-- Exercise --
Pull out of the data below the stretch of lines bounded by the one containing "x = r.gain *" and the one containing "g := r.gain * (1 + r.driftShare*share)", both bounds included, unchanged.
==== Dataset extract
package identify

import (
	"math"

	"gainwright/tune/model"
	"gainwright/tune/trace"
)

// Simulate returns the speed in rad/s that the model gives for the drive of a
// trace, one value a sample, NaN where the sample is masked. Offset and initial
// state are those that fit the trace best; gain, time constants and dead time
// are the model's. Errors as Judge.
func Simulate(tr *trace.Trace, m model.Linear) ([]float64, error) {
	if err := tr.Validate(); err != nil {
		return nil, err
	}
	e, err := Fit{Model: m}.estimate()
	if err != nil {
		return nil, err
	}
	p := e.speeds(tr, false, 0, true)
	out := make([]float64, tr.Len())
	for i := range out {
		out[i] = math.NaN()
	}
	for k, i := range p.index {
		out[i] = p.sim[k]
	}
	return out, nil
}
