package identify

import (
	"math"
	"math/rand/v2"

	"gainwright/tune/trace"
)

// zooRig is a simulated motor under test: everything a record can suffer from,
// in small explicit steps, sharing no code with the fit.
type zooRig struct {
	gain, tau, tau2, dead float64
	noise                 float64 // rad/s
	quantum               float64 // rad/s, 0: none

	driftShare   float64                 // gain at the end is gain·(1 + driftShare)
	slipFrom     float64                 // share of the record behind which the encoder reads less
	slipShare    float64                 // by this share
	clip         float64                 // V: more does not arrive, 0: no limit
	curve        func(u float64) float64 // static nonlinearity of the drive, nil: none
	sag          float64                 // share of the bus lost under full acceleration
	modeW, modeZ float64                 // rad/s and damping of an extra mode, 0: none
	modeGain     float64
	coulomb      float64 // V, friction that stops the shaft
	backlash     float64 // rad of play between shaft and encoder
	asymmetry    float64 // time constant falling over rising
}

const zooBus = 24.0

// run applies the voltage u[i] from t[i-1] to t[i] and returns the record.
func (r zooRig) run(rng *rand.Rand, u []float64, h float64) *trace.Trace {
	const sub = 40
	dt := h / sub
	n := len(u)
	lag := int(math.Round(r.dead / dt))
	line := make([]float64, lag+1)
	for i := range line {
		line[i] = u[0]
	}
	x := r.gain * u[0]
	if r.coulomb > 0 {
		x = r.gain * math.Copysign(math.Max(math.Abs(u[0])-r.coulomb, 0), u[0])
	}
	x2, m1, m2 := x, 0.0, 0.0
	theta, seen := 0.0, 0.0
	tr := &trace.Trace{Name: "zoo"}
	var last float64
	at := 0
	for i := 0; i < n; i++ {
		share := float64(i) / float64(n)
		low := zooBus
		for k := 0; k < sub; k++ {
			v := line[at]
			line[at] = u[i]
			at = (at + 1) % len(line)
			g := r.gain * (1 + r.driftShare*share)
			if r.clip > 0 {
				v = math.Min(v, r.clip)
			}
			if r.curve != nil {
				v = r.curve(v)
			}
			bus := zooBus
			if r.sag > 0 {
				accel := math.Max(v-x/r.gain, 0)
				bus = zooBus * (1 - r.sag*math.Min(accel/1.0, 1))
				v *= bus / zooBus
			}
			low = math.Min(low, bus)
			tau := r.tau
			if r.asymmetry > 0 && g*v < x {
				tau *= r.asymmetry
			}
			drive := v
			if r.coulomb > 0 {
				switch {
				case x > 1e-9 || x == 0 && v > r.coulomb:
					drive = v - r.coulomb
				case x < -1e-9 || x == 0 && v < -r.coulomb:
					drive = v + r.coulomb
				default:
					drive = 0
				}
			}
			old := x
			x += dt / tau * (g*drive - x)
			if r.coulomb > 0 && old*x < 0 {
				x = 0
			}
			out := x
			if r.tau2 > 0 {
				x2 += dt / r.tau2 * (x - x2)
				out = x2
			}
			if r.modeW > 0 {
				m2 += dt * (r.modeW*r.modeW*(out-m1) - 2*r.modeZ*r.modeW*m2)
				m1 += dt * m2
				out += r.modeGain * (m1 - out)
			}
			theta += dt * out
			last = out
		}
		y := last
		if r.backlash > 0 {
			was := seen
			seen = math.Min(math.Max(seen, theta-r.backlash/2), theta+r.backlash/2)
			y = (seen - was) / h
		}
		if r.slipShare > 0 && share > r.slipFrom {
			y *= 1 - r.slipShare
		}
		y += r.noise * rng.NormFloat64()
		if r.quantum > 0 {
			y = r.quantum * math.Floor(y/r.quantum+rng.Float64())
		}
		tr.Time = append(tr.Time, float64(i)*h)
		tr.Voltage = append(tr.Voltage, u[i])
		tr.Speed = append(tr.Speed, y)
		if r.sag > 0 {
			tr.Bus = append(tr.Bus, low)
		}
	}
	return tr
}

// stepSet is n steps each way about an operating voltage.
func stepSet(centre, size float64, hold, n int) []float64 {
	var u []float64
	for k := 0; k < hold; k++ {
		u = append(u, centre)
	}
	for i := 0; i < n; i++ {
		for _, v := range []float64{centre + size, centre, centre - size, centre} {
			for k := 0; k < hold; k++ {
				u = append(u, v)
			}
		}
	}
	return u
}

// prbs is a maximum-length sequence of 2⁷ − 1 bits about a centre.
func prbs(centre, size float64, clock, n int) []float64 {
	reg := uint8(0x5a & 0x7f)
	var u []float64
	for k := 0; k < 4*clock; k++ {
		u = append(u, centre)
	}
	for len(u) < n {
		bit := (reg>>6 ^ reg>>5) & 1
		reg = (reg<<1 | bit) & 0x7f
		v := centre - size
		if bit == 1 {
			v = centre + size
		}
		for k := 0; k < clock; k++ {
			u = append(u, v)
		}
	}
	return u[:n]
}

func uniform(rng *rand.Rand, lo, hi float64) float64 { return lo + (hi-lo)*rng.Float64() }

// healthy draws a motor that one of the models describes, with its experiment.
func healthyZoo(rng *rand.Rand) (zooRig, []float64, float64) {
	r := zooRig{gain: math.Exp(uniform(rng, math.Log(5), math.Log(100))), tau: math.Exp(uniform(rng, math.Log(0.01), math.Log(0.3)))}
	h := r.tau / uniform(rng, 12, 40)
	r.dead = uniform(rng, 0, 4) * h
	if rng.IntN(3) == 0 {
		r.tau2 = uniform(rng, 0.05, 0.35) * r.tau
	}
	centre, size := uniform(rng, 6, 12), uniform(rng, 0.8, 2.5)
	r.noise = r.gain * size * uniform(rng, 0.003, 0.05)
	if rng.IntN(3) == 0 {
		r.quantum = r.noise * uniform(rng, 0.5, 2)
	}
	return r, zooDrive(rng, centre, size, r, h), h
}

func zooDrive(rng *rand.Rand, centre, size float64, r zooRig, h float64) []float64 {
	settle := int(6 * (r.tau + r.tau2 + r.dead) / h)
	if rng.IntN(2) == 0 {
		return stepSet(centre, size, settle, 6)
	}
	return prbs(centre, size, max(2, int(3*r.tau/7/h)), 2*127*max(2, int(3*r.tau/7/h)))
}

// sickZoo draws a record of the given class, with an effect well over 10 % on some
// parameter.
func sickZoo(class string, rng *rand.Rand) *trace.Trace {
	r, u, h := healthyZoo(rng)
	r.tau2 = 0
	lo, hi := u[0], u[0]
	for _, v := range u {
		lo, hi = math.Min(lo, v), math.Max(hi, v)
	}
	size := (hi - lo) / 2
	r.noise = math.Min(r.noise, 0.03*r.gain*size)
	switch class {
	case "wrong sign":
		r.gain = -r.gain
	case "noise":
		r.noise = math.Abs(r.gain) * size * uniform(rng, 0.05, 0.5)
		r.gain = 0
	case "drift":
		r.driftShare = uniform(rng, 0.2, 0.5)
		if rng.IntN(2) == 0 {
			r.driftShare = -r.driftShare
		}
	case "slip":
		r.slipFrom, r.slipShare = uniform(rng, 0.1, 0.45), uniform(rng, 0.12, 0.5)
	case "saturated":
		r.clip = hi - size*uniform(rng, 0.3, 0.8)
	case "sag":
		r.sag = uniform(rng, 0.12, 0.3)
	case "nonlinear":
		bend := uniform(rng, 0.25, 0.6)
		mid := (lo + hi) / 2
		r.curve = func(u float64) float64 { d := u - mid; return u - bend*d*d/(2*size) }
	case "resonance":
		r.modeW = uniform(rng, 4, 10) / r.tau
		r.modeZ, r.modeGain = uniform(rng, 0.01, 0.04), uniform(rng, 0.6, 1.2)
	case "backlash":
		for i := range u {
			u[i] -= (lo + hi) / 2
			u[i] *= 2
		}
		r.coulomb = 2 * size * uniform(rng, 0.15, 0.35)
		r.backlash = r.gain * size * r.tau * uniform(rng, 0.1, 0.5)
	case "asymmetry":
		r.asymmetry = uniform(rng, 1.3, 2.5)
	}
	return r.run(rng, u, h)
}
========
-- Result below --
		x = r.gain * math.Copysign(math.Max(math.Abs(u[0])-r.coulomb, 0), u[0])
	}
	x2, m1, m2 := x, 0.0, 0.0
	theta, seen := 0.0, 0.0
	tr := &trace.Trace{Name: "zoo"}
	var last float64
	at := 0
	for i := 0; i < n; i++ {
		share := float64(i) / float64(n)
		low := zooBus
		for k := 0; k < sub; k++ {
			v := line[at]
			line[at] = u[i]
			at = (at + 1) % len(line)
			g := r.gain * (1 + r.driftShare*share)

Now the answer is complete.